Most of us should be familiar with Chrome's Safe Browsing feature, which warns if you're visiting a page that might be dangerous. It's not like most of us are actively seeking out malware or phishing sites, but once in a while, some link on Reddit, an email, or some deep Search rabbit hole takes you to an unsavory place, and Chrome lets you know it might not be a good idea to proceed. I never really thought about it very deeply it, but I always assumed that the system worked because Google knew through Chrome which pages I was visiting and kept an eye out based on a list. That's partly true, but it escapes one critical and interesting fact: The Safe Browsing system actually doesn't tell Google which pages you're on, preserving your privacy just a little more.

I should stress that this discussion fully escapes the advertising boogeyman, which is another very valid avenue for privacy infringement. And I'm not saying that other systems like your tab-syncing browsing history don't complicate the discussion of what Google knows and doesn't know. But Safe Browsing isn't just streaming to Google's servers a continuous list of the URLs you visit, which is how I would have assumed this feature might work. In fact, according to a recently published blog post describing the APIs and systems used, Chrome maintains a local list on your device to compare against. But this isn't just a list of URLs.
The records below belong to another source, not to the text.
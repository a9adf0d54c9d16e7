import type { ReadOptions } from '../documents/read.js';
import type { StartedPort } from '../batch/withinBudget.js';
import { RefitError, type RefitErrorCode, type RefitErrorDetails } from './errors.js';
import type { FormulaTerm } from './formula.js';
import { readReported, type ReportedSet } from './reportedTable.js';

/** What `refit --reported` sends to the thread that reads the reported manuscript (plain data: it crosses a thread boundary). */
export interface ReportedTask extends StartedPort {
  path: string;
  terms: FormulaTerm[];
  map: [string, string][];
  readOptions: ReadOptions;
}

/**
 * The reported numbers, or the refit error that refused the file: an error
 * thrown in a worker loses its class on the way back, and refit's messages
 * depend on its code and details.
 */
export type ReportedOutcome =
  | { ok: true; reported: ReportedSet }
  | { ok: false; error: { code: RefitErrorCode; message: string; details: RefitErrorDetails } };

/** The thread's entry point: reads the reported manuscript or table file (reportedTable.ts, readReported). */
export default async function readReportedInWorker(task: ReportedTask): Promise<ReportedOutcome> {
  task.started?.postMessage('started'); // the time budget starts now (withinBudget.ts)
  try {
    return { ok: true, reported: await readReported(task.path, task.terms, new Map(task.map), task.readOptions) };
  } catch (error) {
    if (error instanceof RefitError) return { ok: false, error: { code: error.code, message: error.message, details: error.details } };
    throw error;
  }
}
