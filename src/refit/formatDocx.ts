import {
  AlignmentType,
  BorderStyle,
  Document,
  Packer,
  Paragraph,
  Table,
  TableCell,
  TableRow,
  TextRun,
  WidthType,
  type IBorderOptions,
} from 'docx';
import { formatDf, formatF, formatP, formatProportion, formatSS, tableNote, termLabel } from './format.js';
import type { RefitOutput } from './output.js';

/**
 * The recomputed ANOVA table as a Word document: a real Word table in the
 * usual journal style (rules above and below the header and at the bottom,
 * no vertical lines), a caption and a note, ready for a response to reviewers.
 */

const FONT = 'Times New Roman';
const SIZE = 22; // half-points: 11 pt
const NONE: IBorderOptions = { style: BorderStyle.NONE, size: 0, color: 'FFFFFF' };
const RULE: IBorderOptions = { style: BorderStyle.SINGLE, size: 8, color: '000000' };

function run(text: string, options: { italics?: boolean; bold?: boolean; subScript?: boolean; superScript?: boolean } = {}): TextRun {
  return new TextRun({ text, font: FONT, size: SIZE, ...options });
}

function cell(children: TextRun[], options: { left: boolean; top?: boolean; bottom?: boolean }): TableCell {
  return new TableCell({
    children: [new Paragraph({ children, alignment: options.left ? AlignmentType.LEFT : AlignmentType.RIGHT })],
    borders: { top: options.top ? RULE : NONE, bottom: options.bottom ? RULE : NONE, left: NONE, right: NONE },
    margins: { left: 80, right: 80, top: 30, bottom: 30 },
  });
}

function headerRuns(h: string): TextRun[] {
  if (h === 'ηp²') return [run('η', { italics: true }), run('p', { italics: true, subScript: true }), run('2', { superScript: true })];
  if (h === 'Source') return [run(h)];
  return [run(h, { italics: true })];
}

/** A .docx file (bytes) with the recomputed table. */
export async function formatRefitDocx(o: RefitOutput): Promise<Buffer> {
  const head = ['Source', 'SS', 'df', 'MS', 'F', 'p', 'ηp²'];
  const body: string[][] = [
    ...o.terms.map((r) => [termLabel(r.term), formatSS(r.ss), formatDf(r.df), formatSS(r.ms), formatF(r.F), formatP(r.p), formatProportion(r.partialEtaSquared)]),
    ['Residual', formatSS(o.residual.ss), formatDf(o.residual.df), formatSS(o.residual.ms), '', '', ''],
  ];
  const rows = [
    new TableRow({ tableHeader: true, children: head.map((h, i) => cell(headerRuns(h), { left: i === 0, top: true, bottom: true })) }),
    ...body.map(
      (r, ri) => new TableRow({ children: r.map((c, i) => cell([run(c)], { left: i === 0, bottom: ri === body.length - 1 })) }),
    ),
  ];
  const table = new Table({
    rows,
    width: { size: 100, type: WidthType.PERCENTAGE },
    borders: { top: NONE, bottom: NONE, left: NONE, right: NONE, insideHorizontal: NONE, insideVertical: NONE },
  });
  const kind = o.covariates.length > 0 ? 'Analysis of covariance' : 'Analysis of variance';
  const document = new Document({
    creator: 'plumbline refit',
    title: `${kind} of ${o.outcome}`,
    sections: [
      {
        children: [
          new Paragraph({ children: [run('Table 1', { bold: true })], spacing: { after: 120 } }),
          new Paragraph({ children: [run(`${kind} of ${o.outcome}`, { italics: true })], spacing: { after: 120 } }),
          table,
          new Paragraph({ children: [run('Note. ', { italics: true }), run(tableNote(o).replace(/^Note\.\s*/, ''))], spacing: { before: 120 } }),
        ],
      },
    ],
  });
  return Packer.toBuffer(document);
}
Intuitive as that might seem, it would quickly become storage and resource-intensive — Google's protecting us from more pages than you might think. Instead, your phone or computer maintains a list of so-called "hashes," which are cryptographically generated semi-unique strings of letters and numbers created from each unique URL.

Google has workarounds in place for the logic behind how this system works to ensure that a subtle change in the URL won't easily circumvent the security, so random changes to the subdomain or sub-pages won't allow malicious actors to make subtle tweaks that evade detection. The lists are also updated about every thirty minutes. Furthermore, even full hashes would make a list too big past a point, so Google actually only stores the first four truncated bits of the hashes.
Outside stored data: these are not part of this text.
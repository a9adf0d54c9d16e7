/**
 * Typed errors of the refit engine. Every error says what went wrong, where
 * (file, row, column, term or cell when there is one) and what to change.
 */

export type RefitErrorCode =
  | 'EMPTY_FILE'
  | 'RAGGED_ROW'
  | 'TEXT_IN_NUMERIC_COLUMN'
  | 'UNKNOWN_LEVEL'
  | 'UNKNOWN_COLUMN'
  | 'UNREADABLE_FILE'
  | 'DATA_TOO_LARGE'
  | 'INVALID_SPEC'
  | 'FORMULA_SYNTAX'
  | 'NO_USABLE_ROWS'
  | 'SINGLE_LEVEL_FACTOR'
  | 'CONSTANT_OUTCOME'
  | 'EMPTY_CELL'
  | 'ALIASED_TERM'
  | 'RESIDUAL_DF'
  | 'TOO_MANY_COLUMNS'
  | 'INVALID_CONTRAST'
  | 'IDENTIFIER_FACTOR'
  | 'UNKNOWN_LABEL'
  | 'UNSUPPORTED';

export interface RefitErrorDetails {
  file?: string;
  /** Row number in the file, counting the header line as row 1. */
  row?: number;
  column?: string;
  term?: string;
  /** Other names the user may have meant (closest first). */
  suggestions?: string[];
  /** Field path in the analysis description, e.g. "factors.group.levels". */
  field?: string;
}

export class RefitError extends Error {
  readonly code: RefitErrorCode;
  readonly details: RefitErrorDetails;

  constructor(code: RefitErrorCode, message: string, details: RefitErrorDetails = {}) {
    super(message);
    this.name = 'RefitError';
    this.code = code;
    this.details = details;
  }
}

/** "file.csv, row 12, column 'age'" (only the parts that are known). */
export function describeLocation(details: RefitErrorDetails): string {
  const parts: string[] = [];
  if (details.file !== undefined) parts.push(details.file);
  if (details.row !== undefined) parts.push(`row ${details.row}`);
  if (details.column !== undefined) parts.push(`column '${details.column}'`);
  return parts.join(', ');
}

/** Levenshtein distance (small strings only: column names). */
export function editDistance(a: string, b: string): number {
  const prev = new Array<number>(b.length + 1);
  for (let j = 0; j <= b.length; j++) prev[j] = j;
  for (let i = 1; i <= a.length; i++) {
    let diag = prev[0]!;
    prev[0] = i;
    for (let j = 1; j <= b.length; j++) {
      const up = prev[j]!;
      const cost = a[i - 1] === b[j - 1] ? 0 : 1;
      prev[j] = Math.min(up + 1, prev[j - 1]! + 1, diag + cost);
      diag = up;
    }
  }
  return prev[b.length]!;
}

/** Up to three candidates closest to `name` (case-insensitive edit distance), closest first. */
export function closestNames(name: string, candidates: readonly string[]): string[] {
  const lower = name.toLowerCase();
  return candidates
    .map((c) => {
      const cl = c.toLowerCase();
      let d = editDistance(lower, cl);
      if (cl.includes(lower) || lower.includes(cl)) d = Math.min(d, 1);
      return { c, d };
    })
    .filter(({ d }) => d <= Math.max(2, Math.ceil(name.length / 2)))
    .sort((x, y) => x.d - y.d || x.c.localeCompare(y.c))
    .slice(0, 3)
    .map(({ c }) => c);
}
That's still enough unique data that most safe URLs won't be accidentally caught, but some still will: Non-computer-scientists should note that four bits are enough to store up to 4.29 billion unique identifiers, but you can still run into "collisions" where two unique pages may actually generate the same hash for that bit length. That's problematic, as it can mean two different pages generate the same hash in this system, which means Chrome might recognize a good page as a potentially known bad one.

Safe Browsing Hash Comparison -anim
Image source: Google.

A more visual representation of how Safe Browsing's hash-comparison system works.
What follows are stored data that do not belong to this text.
/**
 * Simple effects: pairwise comparisons of the means of `factors` within
 * each level of the factor `within` (the cell means of factors x within,
 * other factors averaged with equal weights). Each level of `within` is a
 * family of its own: the adjustment counts its comparisons (Bonferroni,
 * Holm, Šidák) or its means (Tukey, Scheffé) only.
 */
export function simpleComparisons(
  model: FittedModel,
  factors: string | readonly string[],
  within: string,
  options: { adjust?: Adjustment; level?: number } & GridOptions = {},
): SimpleComparisons[] {
  const level = options.level ?? 0.95;
  const slots = factorSlots(model, factors);
  const [withinSlot] = factorSlots(model, [within]);
  if (slots.includes(withinSlot!)) {
    throw new RefitError('INVALID_CONTRAST', `Simple comparisons within '${within}': the means compared must not include '${within}' itself.`, { column: within });
  }
  // The within factor first, so it varies slowest: each of its levels is one consecutive block.
  const grid = gridMeans(model, [withinSlot!, ...slots], options);
  const v = model.factorVars[withinSlot!]!;
  const size = grid.length / v.levels.length;
  const beta = model.coefficients();
  const tCrit = tQuantileUpper((1 - level) / 2, model.residualDf);
  return v.levels.map((code, index) => {
    const labelOf = (g: GridMean) =>
      g.names
        .slice(1)
        .map((name, i) => `${name}=${model.factorVars[slots[i]!]!.labels.get(g.codes[i + 1]!) ?? g.codes[i + 1]!}`)
        .join(', ');
    const block = grid.slice(index * size, (index + 1) * size).map((g) => ({ ...g, label: labelOf(g) }));
    const means = block.map((g) => {
      const { estimate, se } = linear(model, beta, g.l);
      const emmean = estimate + model.outcomeOrigin;
      const levels: Record<string, string> = Object.create(null) as Record<string, string>;
      g.names.forEach((name, i) => (levels[name] = g.codes[i]!));
      return { levels, label: g.label, emmean, se, df: model.residualDf, lower: emmean - tCrit * se, upper: emmean + tCrit * se };
    });
    return {
      within: { factor: v.name, level: code, label: v.labels.get(code) ?? code },
      means,
      comparisons: comparePairs(model, block, options.adjust ?? 'holm', level),
    };
  });
}

/** Every pairwise difference of the given means (first minus second, in their order), adjusted as one family. */
function comparePairs(model: FittedModel, means: readonly GridMean[], adjust: Adjustment, level: number): PairwiseComparison[] {
  const beta = model.coefficients();
  const df = model.residualDf;
  const k = means.length;
  const rows: Array<Omit<PairwiseComparison, 'p' | 'lower' | 'upper'>> = [];
  for (let i = 0; i < k; i++) {
    for (let j = i + 1; j < k; j++) {
      const l = means[i]!.l.map((v, c) => v - means[j]!.l[c]!);
      const { estimate, se } = linear(model, beta, l);
      const t = estimate / se;
      rows.push({ contrast: `${means[i]!.label} - ${means[j]!.label}`, estimate, se, df, t, pUnadjusted: tTwoTailed(t, df) });
    }
  }
  if (!ADJUSTMENTS.includes(adjust)) {
    throw new RefitError('INVALID_CONTRAST', `Unknown adjustment "${String(adjust)}"; use one of ${ADJUSTMENTS.join(', ')}.`);
  }
  // One implementation with the post-hoc tests from group means (src/stats/postHoc.ts): "none" is Fisher's LSD there.
  const method: PostHocMethod = adjust === 'none' ? 'lsd' : adjust;
  const adjusted = adjustedPValues(method, rows, k, df);
  const crit = criticalMultiplier(method, level, k, rows.length, df);
  return rows.map((r, i) => ({ ...r, p: adjusted[i]!, lower: r.estimate - crit * r.se, upper: r.estimate + crit * r.se }));
}

/**
 * A planned contrast of the marginal means of `factors`: weights in grid
 * order (an array; the first factor's levels vary slowest, as marginalMeans lists them) or by level code / label (an object). Weights must sum to
 * zero. One-sided tests: "greater" tests estimate > 0, "less" estimate < 0.
 */
export function plannedContrast(
  model: FittedModel,
  factors: string | readonly string[],
  weights: readonly number[] | Record<string, number>,
  options: { alternative?: Alternative; level?: number } & GridOptions = {},
): ContrastResult {
  const alternative = options.alternative ?? 'two-sided';
  const level = options.level ?? 0.95;
  const means = gridMeans(model, factorSlots(model, factors), options);
  let w: number[];
  if (Array.isArray(weights)) {
    w = [...(weights as readonly number[])];
  } else {
    // Keys are level codes or labels, which may be any text ("constructor"): only the object's own keys count.
    const byKey = new Map(Object.entries(weights as Record<string, number>));
    const keyOf = (g: GridMean) => g.codes.join(':');
    const labelOf = (g: GridMean) => g.label.replace(/^[^=]+=/, '');
    for (const key of byKey.keys()) {
      if (!means.some((g) => keyOf(g) === key || labelOf(g) === key || g.label === key)) {
        throw new RefitError('INVALID_CONTRAST', `Contrast weight for "${key}": no such level (levels: ${means.map(keyOf).join(', ')}).`);
      }
    }
    w = means.map((g) => byKey.get(keyOf(g)) ?? byKey.get(labelOf(g)) ?? byKey.get(g.label) ?? 0);
  }
  if (w.length !== means.length) {
    throw new RefitError('INVALID_CONTRAST', `The contrast on ${means[0]!.names.join(':')} has ${w.length} weight${w.length === 1 ? '' : 's'}, but there are ${means.length} means, one weight for each in this order: ${means.map((g) => g.label).join('; ')}.`);
  }
  if (w.some((x) => !Number.isFinite(x)) || w.every((x) => x === 0)) {
    throw new RefitError('INVALID_CONTRAST', 'Contrast weights must be finite numbers, not all zero.');
  }
  const sum = w.reduce((a, b) => a + b, 0);
  const scale = w.reduce((a, b) => a + Math.abs(b), 0);
  if (Math.abs(sum) > 1e-10 * scale) {
    throw new RefitError('INVALID_CONTRAST', `The contrast weights on ${means[0]!.names.join(':')} must sum to zero (they sum to ${sum}); adjust them, e.g. [1, -0.5, -0.5].`);
  }
  const p = model.columns.length;
  const l = new Float64Array(p);
  means.forEach((g, i) => {
    for (let j = 0; j < p; j++) l[j] = l[j]! + w[i]! * g.l[j]!;
  });
  const { estimate, se } = linear(model, model.coefficients(), l);
  const df = model.residualDf;
  const t = estimate / se;
  let pValue: number;
  let lower: number;
  let upper: number;
  if (alternative === 'two-sided') {
    pValue = tTwoTailed(t, df);
    const c = tQuantileUpper((1 - level) / 2, df);
    lower = estimate - c * se;
    upper = estimate + c * se;
  } else {
    const c = tQuantileUpper(1 - level, df);
    if (alternative === 'greater') {
      pValue = tUpperTail(t, df);
      lower = estimate - c * se;
      upper = Infinity;
    } else {
      pValue = tUpperTail(-t, df);
      lower = -Infinity;
      upper = estimate + c * se;
    }
  }
  return { weights: w, estimate, se, df, t, p: pValue, alternative, lower, upper };
}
There are over 1.88 billion websites now, and even old estimates place the number of unique pages indexed by Google in the trillions, so Safe Browsing is bound to make a few false positives if it only uses this system. Thankfully, there's another step. When Google does find that a partial hash of a page matches the corresponding partial hash lists for malware or adware or what have you, Chrome asks Google for all URLs that correspond to that partial hash, so it can make a local comparison.

That means your browser is then able to make a second judgment call locally where Google can't see it, comparing a much longer hash identifier for the site you're visiting against Google's much bigger list while escaping the headache of actually storing that big list fully locally, where it would take up a ton of space. That also means that Google's servers and APIs dealing with this Safe Browsing feature don't actually know precisely which page you're on — the comparison happens on-device.

Arguably Google's servers still kind of know which sites you might be visiting since it could be one on that newer and much smaller list, but that's not guaranteed either. Because Google does this operation continuously for all resources on every page you visit, it could be that you're navigating to an arguably "okay" base site, but the page included embeds, images, etc., that point to dangerous places. And this is still a greater degree of privacy preservation than a URL-based browsing security system would otherwise have.

The best possible solution from a privacy-first perspective would be to store the full and complete list locally all the time, but since that's infeasible for resource reasons, this is the second-best approach, and it still partially obfuscates which pages you're visiting from Google's Safe Browsing system.

Maintaining privacy on the internet is pretty hard, and this arguably isn't a perfect solution, but it's a decent and privacy-protecting way to implement a URL-based malware detection system. Now we just have to make sure the ad systems, cookies, third-party libraries, and every bit of software on the innumerable machines between you and the websites you visit are also doing their part to respect you, too.